» **Your task**:
A single number is required: how many lines in the records below contain "json".

» **Collected data entries**:
════════
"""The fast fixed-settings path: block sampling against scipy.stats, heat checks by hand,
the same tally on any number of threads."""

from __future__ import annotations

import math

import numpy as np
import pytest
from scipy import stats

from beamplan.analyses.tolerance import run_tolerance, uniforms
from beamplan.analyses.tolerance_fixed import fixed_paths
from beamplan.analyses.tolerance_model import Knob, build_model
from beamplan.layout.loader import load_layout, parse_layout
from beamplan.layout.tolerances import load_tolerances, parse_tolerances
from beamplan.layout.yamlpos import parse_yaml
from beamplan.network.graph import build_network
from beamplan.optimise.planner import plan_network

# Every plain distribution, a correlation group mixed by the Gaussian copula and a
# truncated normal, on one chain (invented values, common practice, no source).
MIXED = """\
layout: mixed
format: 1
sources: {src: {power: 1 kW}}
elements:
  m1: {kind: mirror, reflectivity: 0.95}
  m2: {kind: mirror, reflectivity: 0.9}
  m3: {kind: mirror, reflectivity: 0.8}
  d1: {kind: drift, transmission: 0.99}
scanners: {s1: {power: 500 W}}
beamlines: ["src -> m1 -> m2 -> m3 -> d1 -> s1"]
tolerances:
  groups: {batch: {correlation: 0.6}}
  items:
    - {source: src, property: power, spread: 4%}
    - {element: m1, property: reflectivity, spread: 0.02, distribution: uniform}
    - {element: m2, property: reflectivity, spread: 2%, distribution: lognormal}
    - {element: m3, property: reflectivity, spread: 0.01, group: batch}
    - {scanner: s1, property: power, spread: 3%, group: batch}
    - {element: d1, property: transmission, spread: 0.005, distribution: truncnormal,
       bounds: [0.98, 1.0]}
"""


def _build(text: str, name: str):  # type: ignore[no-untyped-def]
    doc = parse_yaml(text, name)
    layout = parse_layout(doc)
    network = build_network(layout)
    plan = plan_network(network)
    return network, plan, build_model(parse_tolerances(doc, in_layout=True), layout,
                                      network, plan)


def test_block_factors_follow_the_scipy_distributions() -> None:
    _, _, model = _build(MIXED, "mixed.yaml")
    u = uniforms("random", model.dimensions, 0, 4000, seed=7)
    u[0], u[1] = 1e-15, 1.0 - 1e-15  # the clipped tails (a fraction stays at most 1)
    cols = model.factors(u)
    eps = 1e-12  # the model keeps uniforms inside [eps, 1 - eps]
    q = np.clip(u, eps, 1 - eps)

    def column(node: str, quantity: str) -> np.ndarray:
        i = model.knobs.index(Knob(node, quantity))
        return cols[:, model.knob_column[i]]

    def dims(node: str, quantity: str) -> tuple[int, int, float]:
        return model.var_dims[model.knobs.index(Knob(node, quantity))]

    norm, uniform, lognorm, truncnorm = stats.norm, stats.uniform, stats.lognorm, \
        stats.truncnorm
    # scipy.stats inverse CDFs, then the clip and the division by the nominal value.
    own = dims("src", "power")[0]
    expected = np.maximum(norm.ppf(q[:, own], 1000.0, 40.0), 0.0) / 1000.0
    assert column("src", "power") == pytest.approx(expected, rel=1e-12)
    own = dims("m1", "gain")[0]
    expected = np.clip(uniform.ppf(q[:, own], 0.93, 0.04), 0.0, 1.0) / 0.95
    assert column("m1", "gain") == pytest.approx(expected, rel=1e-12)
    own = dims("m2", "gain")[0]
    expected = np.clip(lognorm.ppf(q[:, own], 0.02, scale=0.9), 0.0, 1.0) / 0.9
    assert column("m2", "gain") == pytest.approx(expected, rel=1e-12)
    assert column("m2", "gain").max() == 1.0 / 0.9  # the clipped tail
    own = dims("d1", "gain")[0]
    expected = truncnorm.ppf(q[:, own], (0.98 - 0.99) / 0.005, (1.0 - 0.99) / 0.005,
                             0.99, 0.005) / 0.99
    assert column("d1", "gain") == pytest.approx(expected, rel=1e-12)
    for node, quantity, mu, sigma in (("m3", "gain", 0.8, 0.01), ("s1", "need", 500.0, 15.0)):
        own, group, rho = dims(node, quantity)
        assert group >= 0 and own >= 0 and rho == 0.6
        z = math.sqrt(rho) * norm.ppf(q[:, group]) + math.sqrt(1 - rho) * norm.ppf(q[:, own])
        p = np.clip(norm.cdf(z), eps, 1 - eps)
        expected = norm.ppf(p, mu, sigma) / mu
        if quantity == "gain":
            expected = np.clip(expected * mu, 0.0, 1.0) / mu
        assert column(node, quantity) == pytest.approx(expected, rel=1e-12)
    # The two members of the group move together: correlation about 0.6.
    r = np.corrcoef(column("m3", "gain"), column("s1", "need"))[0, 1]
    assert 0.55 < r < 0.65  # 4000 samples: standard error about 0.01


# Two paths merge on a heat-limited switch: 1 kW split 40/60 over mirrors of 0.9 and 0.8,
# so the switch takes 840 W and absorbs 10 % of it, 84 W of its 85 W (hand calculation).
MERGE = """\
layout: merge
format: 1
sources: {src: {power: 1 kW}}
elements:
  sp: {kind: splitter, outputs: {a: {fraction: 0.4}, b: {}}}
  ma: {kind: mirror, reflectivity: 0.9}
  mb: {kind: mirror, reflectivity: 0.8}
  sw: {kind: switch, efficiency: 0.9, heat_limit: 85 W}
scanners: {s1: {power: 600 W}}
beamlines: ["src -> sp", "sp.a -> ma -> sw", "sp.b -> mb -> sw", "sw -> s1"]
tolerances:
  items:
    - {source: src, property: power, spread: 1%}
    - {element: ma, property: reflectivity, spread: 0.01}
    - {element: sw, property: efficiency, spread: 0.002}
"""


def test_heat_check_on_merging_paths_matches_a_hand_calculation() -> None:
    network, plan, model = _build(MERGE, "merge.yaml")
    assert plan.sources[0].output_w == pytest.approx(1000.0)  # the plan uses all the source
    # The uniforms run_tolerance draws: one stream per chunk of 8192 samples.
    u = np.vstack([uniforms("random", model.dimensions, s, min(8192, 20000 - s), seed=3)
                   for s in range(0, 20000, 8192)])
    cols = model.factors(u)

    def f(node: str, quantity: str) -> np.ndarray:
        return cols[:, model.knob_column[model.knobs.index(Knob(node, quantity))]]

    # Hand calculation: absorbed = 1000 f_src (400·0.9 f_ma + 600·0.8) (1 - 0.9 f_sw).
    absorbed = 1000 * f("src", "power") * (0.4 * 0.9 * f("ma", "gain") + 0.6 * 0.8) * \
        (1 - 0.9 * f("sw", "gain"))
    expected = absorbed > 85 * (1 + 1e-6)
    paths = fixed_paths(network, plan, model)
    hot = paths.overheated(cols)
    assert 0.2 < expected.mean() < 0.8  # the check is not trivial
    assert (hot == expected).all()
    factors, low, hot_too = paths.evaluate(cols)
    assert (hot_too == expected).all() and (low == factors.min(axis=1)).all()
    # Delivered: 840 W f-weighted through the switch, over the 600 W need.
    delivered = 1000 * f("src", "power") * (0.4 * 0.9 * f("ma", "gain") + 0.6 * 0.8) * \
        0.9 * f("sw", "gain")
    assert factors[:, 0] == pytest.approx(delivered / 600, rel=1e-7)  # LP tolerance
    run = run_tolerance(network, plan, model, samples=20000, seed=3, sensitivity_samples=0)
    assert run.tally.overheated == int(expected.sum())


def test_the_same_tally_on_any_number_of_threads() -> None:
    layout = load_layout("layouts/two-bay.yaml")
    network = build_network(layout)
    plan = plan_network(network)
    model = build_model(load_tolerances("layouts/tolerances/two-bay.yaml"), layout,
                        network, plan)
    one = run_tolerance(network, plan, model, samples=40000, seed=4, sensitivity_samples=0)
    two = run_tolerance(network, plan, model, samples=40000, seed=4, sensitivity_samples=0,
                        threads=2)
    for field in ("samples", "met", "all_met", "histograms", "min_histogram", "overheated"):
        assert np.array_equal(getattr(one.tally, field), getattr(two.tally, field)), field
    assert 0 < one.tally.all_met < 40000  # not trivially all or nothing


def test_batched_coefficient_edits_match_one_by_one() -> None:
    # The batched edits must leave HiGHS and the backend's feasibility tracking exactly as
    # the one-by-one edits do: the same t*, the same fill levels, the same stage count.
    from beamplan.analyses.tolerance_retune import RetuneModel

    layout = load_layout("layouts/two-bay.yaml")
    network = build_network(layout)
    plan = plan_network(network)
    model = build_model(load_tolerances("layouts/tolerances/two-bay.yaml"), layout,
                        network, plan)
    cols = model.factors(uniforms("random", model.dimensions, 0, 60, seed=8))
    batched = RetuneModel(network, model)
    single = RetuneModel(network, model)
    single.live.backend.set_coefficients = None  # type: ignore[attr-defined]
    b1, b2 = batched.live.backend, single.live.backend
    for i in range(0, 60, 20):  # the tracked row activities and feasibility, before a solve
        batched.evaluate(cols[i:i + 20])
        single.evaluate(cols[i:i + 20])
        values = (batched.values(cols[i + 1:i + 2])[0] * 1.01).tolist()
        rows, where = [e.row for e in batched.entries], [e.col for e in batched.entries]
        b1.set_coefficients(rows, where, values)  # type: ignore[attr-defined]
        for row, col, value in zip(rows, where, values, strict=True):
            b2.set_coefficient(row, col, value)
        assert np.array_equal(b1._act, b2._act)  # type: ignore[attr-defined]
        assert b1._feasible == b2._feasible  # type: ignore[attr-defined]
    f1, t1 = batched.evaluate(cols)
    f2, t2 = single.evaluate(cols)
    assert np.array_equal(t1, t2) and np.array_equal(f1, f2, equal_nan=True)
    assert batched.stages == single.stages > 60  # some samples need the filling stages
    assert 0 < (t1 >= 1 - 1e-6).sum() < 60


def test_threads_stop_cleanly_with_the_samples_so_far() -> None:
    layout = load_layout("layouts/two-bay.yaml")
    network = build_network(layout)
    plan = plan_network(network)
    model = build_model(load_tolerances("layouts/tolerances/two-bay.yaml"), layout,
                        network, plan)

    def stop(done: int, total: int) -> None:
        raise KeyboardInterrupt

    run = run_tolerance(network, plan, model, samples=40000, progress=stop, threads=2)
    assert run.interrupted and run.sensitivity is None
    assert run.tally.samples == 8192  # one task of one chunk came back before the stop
════════
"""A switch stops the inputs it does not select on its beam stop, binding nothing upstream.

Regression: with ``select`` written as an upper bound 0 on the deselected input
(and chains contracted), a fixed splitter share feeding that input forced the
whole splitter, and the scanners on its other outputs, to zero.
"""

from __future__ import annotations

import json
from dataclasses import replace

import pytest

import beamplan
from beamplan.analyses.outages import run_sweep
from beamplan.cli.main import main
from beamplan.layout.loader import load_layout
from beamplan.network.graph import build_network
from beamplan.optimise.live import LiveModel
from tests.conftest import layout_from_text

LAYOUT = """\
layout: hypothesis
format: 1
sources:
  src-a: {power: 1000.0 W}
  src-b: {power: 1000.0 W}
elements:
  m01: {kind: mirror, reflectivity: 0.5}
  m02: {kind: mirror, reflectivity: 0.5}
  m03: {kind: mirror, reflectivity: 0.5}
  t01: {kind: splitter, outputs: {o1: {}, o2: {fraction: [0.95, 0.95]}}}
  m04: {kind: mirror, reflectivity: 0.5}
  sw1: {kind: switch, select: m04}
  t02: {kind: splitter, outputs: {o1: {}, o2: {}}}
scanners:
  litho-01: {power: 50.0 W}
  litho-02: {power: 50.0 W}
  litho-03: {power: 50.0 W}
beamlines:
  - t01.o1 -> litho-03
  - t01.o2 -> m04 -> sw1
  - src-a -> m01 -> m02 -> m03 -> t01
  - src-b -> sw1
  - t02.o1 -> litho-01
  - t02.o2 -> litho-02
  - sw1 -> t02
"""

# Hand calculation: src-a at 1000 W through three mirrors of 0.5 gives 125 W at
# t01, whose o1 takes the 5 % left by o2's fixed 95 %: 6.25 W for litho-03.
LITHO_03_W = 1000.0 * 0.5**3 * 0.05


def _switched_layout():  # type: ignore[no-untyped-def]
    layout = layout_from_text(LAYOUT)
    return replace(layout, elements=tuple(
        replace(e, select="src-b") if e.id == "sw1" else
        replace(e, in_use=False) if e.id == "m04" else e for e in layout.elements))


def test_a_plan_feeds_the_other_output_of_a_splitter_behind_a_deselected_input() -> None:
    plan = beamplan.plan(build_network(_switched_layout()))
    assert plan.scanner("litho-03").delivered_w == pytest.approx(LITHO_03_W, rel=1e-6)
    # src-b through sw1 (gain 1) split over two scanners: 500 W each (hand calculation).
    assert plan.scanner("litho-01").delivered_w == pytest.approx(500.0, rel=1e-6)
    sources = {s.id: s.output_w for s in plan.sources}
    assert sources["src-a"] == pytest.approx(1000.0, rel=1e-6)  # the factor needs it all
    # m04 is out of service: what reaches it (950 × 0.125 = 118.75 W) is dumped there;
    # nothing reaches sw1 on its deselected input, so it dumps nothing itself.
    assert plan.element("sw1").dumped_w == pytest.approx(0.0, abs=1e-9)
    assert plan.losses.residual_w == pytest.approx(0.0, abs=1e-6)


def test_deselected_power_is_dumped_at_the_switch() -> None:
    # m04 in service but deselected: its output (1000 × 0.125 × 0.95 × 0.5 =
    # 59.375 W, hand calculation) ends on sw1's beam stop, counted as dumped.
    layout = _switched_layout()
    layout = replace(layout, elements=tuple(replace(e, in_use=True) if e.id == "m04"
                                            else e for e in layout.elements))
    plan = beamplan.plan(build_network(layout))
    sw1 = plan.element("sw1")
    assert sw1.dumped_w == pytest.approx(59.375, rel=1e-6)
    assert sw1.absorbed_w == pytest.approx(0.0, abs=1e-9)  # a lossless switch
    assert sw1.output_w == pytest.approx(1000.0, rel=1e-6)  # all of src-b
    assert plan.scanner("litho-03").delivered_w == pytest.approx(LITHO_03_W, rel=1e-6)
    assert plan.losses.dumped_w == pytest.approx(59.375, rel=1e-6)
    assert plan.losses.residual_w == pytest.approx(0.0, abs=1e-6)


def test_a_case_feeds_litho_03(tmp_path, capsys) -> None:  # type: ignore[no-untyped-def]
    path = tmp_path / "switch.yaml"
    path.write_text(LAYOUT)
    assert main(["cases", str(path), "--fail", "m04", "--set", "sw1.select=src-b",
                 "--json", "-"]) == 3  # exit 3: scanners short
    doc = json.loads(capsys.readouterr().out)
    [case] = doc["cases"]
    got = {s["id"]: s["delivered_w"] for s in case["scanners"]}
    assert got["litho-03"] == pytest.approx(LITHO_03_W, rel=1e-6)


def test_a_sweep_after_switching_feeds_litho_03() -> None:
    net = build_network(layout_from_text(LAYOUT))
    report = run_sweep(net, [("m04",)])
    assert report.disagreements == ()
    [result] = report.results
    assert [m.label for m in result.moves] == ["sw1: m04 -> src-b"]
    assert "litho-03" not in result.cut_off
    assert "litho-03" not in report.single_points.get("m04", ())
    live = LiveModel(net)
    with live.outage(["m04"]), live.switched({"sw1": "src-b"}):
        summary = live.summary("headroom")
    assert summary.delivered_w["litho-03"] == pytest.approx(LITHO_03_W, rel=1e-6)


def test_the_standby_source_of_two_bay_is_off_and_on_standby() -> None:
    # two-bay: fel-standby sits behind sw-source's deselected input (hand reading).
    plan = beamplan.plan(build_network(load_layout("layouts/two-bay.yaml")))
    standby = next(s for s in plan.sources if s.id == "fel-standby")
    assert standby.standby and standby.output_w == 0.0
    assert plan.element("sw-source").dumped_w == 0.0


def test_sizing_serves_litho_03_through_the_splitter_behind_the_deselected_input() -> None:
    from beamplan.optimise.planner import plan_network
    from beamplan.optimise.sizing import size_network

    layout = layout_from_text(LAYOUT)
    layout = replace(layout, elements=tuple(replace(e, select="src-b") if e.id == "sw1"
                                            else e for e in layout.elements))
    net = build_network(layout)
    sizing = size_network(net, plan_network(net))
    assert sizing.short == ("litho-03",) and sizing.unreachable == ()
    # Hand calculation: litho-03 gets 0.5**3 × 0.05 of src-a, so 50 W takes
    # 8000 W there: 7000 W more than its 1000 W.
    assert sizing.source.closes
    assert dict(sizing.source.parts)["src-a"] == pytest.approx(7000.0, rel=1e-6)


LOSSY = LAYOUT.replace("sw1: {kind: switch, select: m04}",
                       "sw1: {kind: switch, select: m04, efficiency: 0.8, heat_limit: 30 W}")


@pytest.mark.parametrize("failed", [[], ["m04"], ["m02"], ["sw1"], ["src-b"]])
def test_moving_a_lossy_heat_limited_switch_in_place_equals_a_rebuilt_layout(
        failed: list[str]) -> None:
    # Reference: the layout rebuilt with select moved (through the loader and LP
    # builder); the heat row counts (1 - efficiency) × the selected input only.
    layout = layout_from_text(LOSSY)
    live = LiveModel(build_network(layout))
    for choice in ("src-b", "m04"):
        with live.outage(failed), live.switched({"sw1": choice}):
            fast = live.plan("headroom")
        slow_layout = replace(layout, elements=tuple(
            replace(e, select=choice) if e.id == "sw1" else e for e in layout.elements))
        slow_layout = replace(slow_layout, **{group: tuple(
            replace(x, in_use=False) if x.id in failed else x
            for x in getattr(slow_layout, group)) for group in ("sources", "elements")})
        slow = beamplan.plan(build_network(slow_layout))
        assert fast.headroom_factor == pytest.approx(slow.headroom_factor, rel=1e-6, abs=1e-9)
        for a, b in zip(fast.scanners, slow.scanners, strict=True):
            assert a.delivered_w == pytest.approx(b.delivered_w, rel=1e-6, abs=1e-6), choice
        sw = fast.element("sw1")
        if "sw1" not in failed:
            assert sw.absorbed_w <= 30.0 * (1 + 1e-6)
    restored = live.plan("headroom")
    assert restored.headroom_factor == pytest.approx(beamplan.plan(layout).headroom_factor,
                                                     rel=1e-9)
════════
» **Written answer**:
3